Schatztruhe für Papierhistoriker

Hagen. (Red.) Das Westfälische Wirtschaftsarchiv in Dortmund (WWA) beherbergt eine weltweit einzigartige Dokumentation über die Papierherstellung – eine wahre Schatztruhe für Historiker. Es verwahrt mit den Archivbeständen des Hagener Unternehmens Stora-Enso Kabel – früher Feldmühle und Hoesch – wertvolle historische Unterlagen einer der wichtigen deutschen Papierfabriken. Für Experten und Heimatforscher eine wahre Fundgrube und Quelle der Erkenntnis. In den letzten beiden Jahren wurden weitere wertvolle historische Schätze eingearbeitet.

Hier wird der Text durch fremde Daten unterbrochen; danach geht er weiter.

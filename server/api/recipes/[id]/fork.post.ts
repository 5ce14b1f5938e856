import { setResponseStatus } from 'h3'
import { forkBody } from '../../../../shared/api/archive'
import { idParam } from '../../../utils/params'
import { forkRecipe } from '../../../utils/recipes/recipes'
import { defineRoute } from '../../../utils/route'

export default defineRoute({ access: 'club.read', body: forkBody }, async ({ event, actor, body }) => {
  const answer = await forkRecipe(actor, idParam(event, 'id'), body)
  setResponseStatus(event, 201)
  return answer
})
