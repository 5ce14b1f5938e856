/**
 * One writer an upload. A newcomer asks the holder to stop (its connection is usually dead already) and waits in
 * line without spinning; after five seconds it is told to try again.
 */
import type { Lock, Locker, RequestRelease } from '@tus/server'
import { ERRORS } from '@tus/server'

const WAIT_MS = 5000

interface Holder { release: RequestRelease, done: Promise<void>, free: () => void }
const holders = new Map<string, Holder>()

class UploadLock implements Lock {
  private mine: Holder | null = null
  constructor(private readonly id: string) {}

  async lock(signal: AbortSignal, requestRelease: RequestRelease): Promise<void> {
    const until = Date.now() + WAIT_MS
    for (;;) {
      const holder = holders.get(this.id)
      if (!holder) break
      const left = until - Date.now()
      if (left <= 0 || signal.aborted) throw ERRORS.ERR_LOCK_TIMEOUT
      await holder.release()
      let timer: NodeJS.Timeout | undefined
      await Promise.race([holder.done, new Promise(resolve => (timer = setTimeout(resolve, left)))])
      clearTimeout(timer)
    }
    let free = () => {}
    const done = new Promise<void>(resolve => (free = resolve))
    this.mine = { release: requestRelease, done, free }
    holders.set(this.id, this.mine)
  }

  async unlock(): Promise<void> {
    if (this.mine && holders.get(this.id) === this.mine) holders.delete(this.id)
    this.mine?.free()
    this.mine = null
  }
}

export const uploadLocker: Locker = { newLock: id => new UploadLock(id) }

Dr. Karl-Peter Ellerbrock, Direktor der Stiftung Westfälisches Wirtschaftsarchiv, freut sich gemeinsam mit seinen Mitarbeitern und dem Team aus Werk Kabel über den nun erreichten und im Inventar dokumentierten Forschungsstand; das neue Werk setzt den bereits 1999 vorgelegten ersten Band fort. Die Historikerin Marita Völmicke und der Dortmunder Archivar Klaus Pradler analysierten akribisch die Unterlagen und ordneten die Quellen zeitlich und thematisch ein. Ein mitunter mühevolles Unterfangen, da das vorhandene Material äußerst detailliert war. Tatkräftige Unterstützung erhielten sie von dem Vorhaller Hans-Peter Jaraczewski, dem Papierforscher der Papierfabrik Kabel; er hatte über die Jahre mit feinem Näschen immer wieder neue „Perlen“ zu seinem Lieblingsthema aufgespürt und dem WWA zu treuen Händen überantwortet.

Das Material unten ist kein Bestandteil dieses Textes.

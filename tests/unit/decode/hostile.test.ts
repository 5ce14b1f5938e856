/** Files that are damaged or made to harm: a typed error or frames of the declared size, and never a hang. */
import { deflateSync } from 'node:zlib'
import { encode as encodeJpeg } from 'jpeg-js'
import { describe, expect, it } from 'vitest'
import { openCapture } from '../../../workers/decode/index'
import { CaptureError } from '../../../workers/decode/types'
import { unpackLzw, unpackPackBits } from '../../../workers/decode/tiff/unpack'
import { memorySource } from '../../../workers/source/memory'
import { serHeader } from '../../../workers/rehearse/index'
import { aviFile } from '../../fixtures/avi'
import { fitsCube, pngFrame, tiffPages, type Frames } from '../../fixtures/captures'
import { uniformFrom } from '../support/moving-double'

const frames: Frames = { width: 8, height: 6, count: 3, samples: Uint16Array.from({ length: 8 * 6 * 3 }, (_, i) => (i * 997) % 4096) }

function ser(): Uint8Array {
  const header = serHeader({ width: 8, height: 6, bitDepth: 16, frames: 3, mosaic: 'none', startMs: Date.UTC(2031, 2, 4), names: { observer: '', instrument: '', telescope: '' } })
  const file = new Uint8Array(header.length + frames.samples.length * 2 + 24)
  file.set(header)
  file.set(new Uint8Array(frames.samples.buffer), header.length)
  const view = new DataView(file.buffer)
  // Ticks of 100 ns since the year 1; 2026-01-01 is 639028224000000000.
  for (let i = 0; i < 3; i++) view.setBigUint64(header.length + frames.samples.length * 2 + 8 * i, 639_028_224_000_000_000n + BigInt(i) * 200_000n, true)
  return file
}

/** Codes of 9 bits with a clear code often enough that they stay so (TIFF 6.0, section 13). */
function lzwOf(bytes: Uint8Array): Uint8Array {
  const codes = [256]
  bytes.forEach((byte, i) => codes.push(byte, ...(i % 200 === 199 ? [256] : [])))
  codes.push(257)
  const bits = codes.map(code => code.toString(2).padStart(9, '0')).join('')
  return Uint8Array.from({ length: Math.ceil(bits.length / 8) }, (_, i) => parseInt(bits.slice(8 * i, 8 * i + 8).padEnd(8, '0'), 2))
}

/** A TIFF of one page with given compressed bytes. */
function packedTiff({ compression, data, width = 8, height = 6, bits = 16, photometric = 1 }: { compression: number, data: Uint8Array, width?: number, height?: number, bits?: number, photometric?: number }): Uint8Array {
  const entries = [[256, 4, width], [257, 4, height], [258, 3, bits], [259, 3, compression], [262, 3, photometric], [273, 4, 8], [277, 3, 1], [278, 4, height], [279, 4, data.length]] as const
  const at = 8 + data.length + data.length % 2
  const file = new Uint8Array(at + 2 + 12 * entries.length + 4)
  const view = new DataView(file.buffer)
  file.set([0x49, 0x49, 42, 0])
  view.setUint32(4, at, true)
  file.set(data, 8)
  view.setUint16(at, entries.length, true)
  entries.forEach(([tag, type, value], i) => {
    view.setUint16(at + 2 + 12 * i, tag, true)
    view.setUint16(at + 4 + 12 * i, type, true)
    view.setUint32(at + 6 + 12 * i, 1, true)
    view.setUint32(at + 10 + 12 * i, value, true)
  })
  return file
}
const raw = new Uint8Array(frames.samples.slice(0, 48).buffer)

const files: Record<string, Uint8Array> = {
  'a.ser': ser(), 'a.fits': fitsCube(frames), 'a.tif': tiffPages(frames), 'a.png': pngFrame(frames, 0),
  'lzw.tif': packedTiff({ compression: 5, data: lzwOf(raw) }), 'deflate.tif': packedTiff({ compression: 8, data: deflateSync(raw) }),
  'a.avi': aviFile({ width: 8, height: 6, bits: 8, frames: [0, 1, 2].map(i => new Uint8Array(raw.subarray(i, i + 48))), index: 'opendml' }),
  'a.jpg': new Uint8Array(encodeJpeg({ width: 8, height: 6, data: new Uint8Array(8 * 6 * 4).map((_, i) => (i * 7) & 255) }, 90).data),
}

/** Opens and reads everything; the error's code, or the number of frames. Anything but a CaptureError is thrown on. */
async function outcome(name: string, bytes: Uint8Array): Promise<string | number> {
  try {
    const reader = await openCapture(name, [memorySource(name, Uint8Array.from(bytes))])
    const { width, height, planes, frameCount } = reader.facts
    for (let i = 0; i < Math.min(frameCount, 4); i++) {
      const { samples } = await reader.readFrames(i, 1)
      if (samples.length !== width * height * planes) throw new Error(`${samples.length} samples in a frame of ${width} × ${height} × ${planes}`)
    }
    reader.close()
    return frameCount
  }
  catch (reason) {
    if (reason instanceof CaptureError) return reason.code
    throw reason
  }
}

describe('every beginning of a file', () => {
  it.each(Object.keys(files))('of %s is refused or gives whole frames', async (name) => {
    const whole = await outcome(name, files[name]!)
    expect(whole).toBeGreaterThan(0)
    let refused = 0
    for (let length = 0; length < files[name]!.length; length++) {
      const found = await outcome(name, files[name]!.subarray(0, length))
      if (typeof found === 'string') refused++
      else expect(found, `${name} of ${length} bytes`).toBeLessThanOrEqual(whole as number)
    }
    expect(refused).toBeGreaterThan(0)
  }, 60_000)
})

describe('flipped bytes', () => {
  it.each(Object.keys(files))('of %s are refused or give whole frames', async (name) => {
    const uniform = uniformFrom(name.length * 7919 + name.charCodeAt(0))
    const good = files[name]!
    for (let trial = 0; trial < 1700; trial++) {
      const bad = Uint8Array.from(good)
      for (let flips = 1 + Math.floor(3 * uniform()); flips > 0; flips--) {
        // Half of them where the structure is: in the first quarter or in the last bytes.
        const at = uniform() < 0.25 ? good.length - 1 - Math.floor(uniform() * Math.min(good.length, 130)) : Math.floor(uniform() * good.length * (uniform() < 0.5 ? 0.25 : 1))
        bad[at] = Math.floor(256 * uniform())
      }
      const found = await outcome(name, bad)
      expect(typeof found === 'string' || found > 0).toBe(true)
    }
    // And the next file still loads.
    expect(await outcome(name, good)).toBeGreaterThan(0)
  }, 120_000)
})

describe('what unpacks to far more than it should', () => {
  it('stops at what the page needs (LZW)', () => {
    // Each code after the first stands for a string one longer than the last: n codes make n²/2 bytes.
    let bits = (256).toString(2).padStart(9, '0') + (65).toString(2).padStart(9, '0')
    let width = 9
    for (let code = 258; code < 4094; code++) {
      if (code + 1 > (1 << width) - 1 && width < 12) width++
      bits += code.toString(2).padStart(width, '0')
    }
    const bomb = Uint8Array.from({ length: Math.floor(bits.length / 8) }, (_, i) => parseInt(bits.slice(8 * i, 8 * i + 8), 2))
    expect(unpackLzw(bomb, 1000)?.length).toBe(1000)
    expect(unpackPackBits(new Uint8Array(4000).fill(129), 500).length).toBe(500)
  })
  it('stops at what the page needs (Deflate), and still gives the frame', async () => {
    const found = await outcome('bomb.tif', packedTiff({ compression: 8, data: deflateSync(new Uint8Array(8_000_000)) }))
    expect(found === 1 || found === 'damaged').toBe(true)
  })
  it('is refused before anything is allocated', async () => {
    expect(await outcome('huge.tif', packedTiff({ compression: 5, data: lzwOf(raw), width: 4_000_000_000, height: 4_000_000_000 }))).toBe('absurd-size')
  })
})

describe('packed pages', () => {
  it('give the samples that went in', async () => {
    for (const name of ['lzw.tif', 'deflate.tif']) {
      const reader = await openCapture(name, [memorySource(name, files[name]!)])
      expect(Array.from((await reader.readFrames(0, 1)).samples), name).toEqual(Array.from(frames.samples.subarray(0, 48)))
    }
  })
  it('that count down from white are turned, at any depth (TIFF 6.0, PhotometricInterpretation 0)', async () => {
    const reader = await openCapture('white.tif', [memorySource('white.tif', packedTiff({ compression: 5, data: lzwOf(raw), photometric: 0 }))])
    expect(Array.from((await reader.readFrames(0, 1)).samples)).toEqual(Array.from(frames.samples.subarray(0, 48), value => 65535 - value))
  })
})

describe('a PNG with a wrong checksum', () => {
  it('is refused', async () => {
    const bytes = Uint8Array.from(files['a.png']!)
    const view = new DataView(bytes.buffer)
    let at = 8
    while (String.fromCharCode(...bytes.subarray(at + 4, at + 8)) !== 'IDAT') at += 12 + view.getUint32(at)
    const end = at + 8 + view.getUint32(at)
    view.setUint32(end, view.getUint32(end) ^ 1)
    expect(await outcome('a.png', bytes)).toBe('damaged')
  })
})

describe('a folder', () => {
  const pngs = [0, 1, 2].map(i => memorySource(`night/frame${i}.png`, pngFrame(frames, i)))
  it('with hidden files and notes beside the frames opens, and says what was left out', async () => {
    const reader = await openCapture('night', [memorySource('night/.DS_Store', new Uint8Array(60)), ...pngs, memorySource('night/Sequence.settings', new Uint8Array(9)), memorySource('night/notes.txt', new Uint8Array(5))])
    expect(reader.facts.frameCount).toBe(3)
    const note = reader.facts.notes.find(({ code }) => code === 'ignored')!
    expect(note.text).toMatch(/^3 files .*\.DS_Store.*Sequence\.settings/)
  })
  it('of nothing but notes says so', async () => {
    await expect(openCapture('night', [memorySource('night/a.txt', new Uint8Array(5)), memorySource('night/.hidden', new Uint8Array(5))])).rejects.toThrow(/no frames in night/)
  })
})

Viele „Papier-Schätze“ aus Kabel befinden sich mittlerweile im WWA, zum Beispiel das Faksimile von  J.S. Halle, Werkstätte der heutigen Künste, Zweiter Band; Die fünfzehnte Abhandlung, Der Papiermacher; Brandenburg und Leipzig, 1762“. (Foto: Thomas Dresbach/Stora)
Viele „Papier-Schätze“ aus Kabel befinden sich mittlerweile im WWA, zum Beispiel das Faksimile von J.S. Halle, Werkstätte der heutigen Künste, Zweiter Band; Die fünfzehnte Abhandlung, Der Papiermacher; Brandenburg und Leipzig, 1762“. (Foto: Thomas Dresbach/Stora)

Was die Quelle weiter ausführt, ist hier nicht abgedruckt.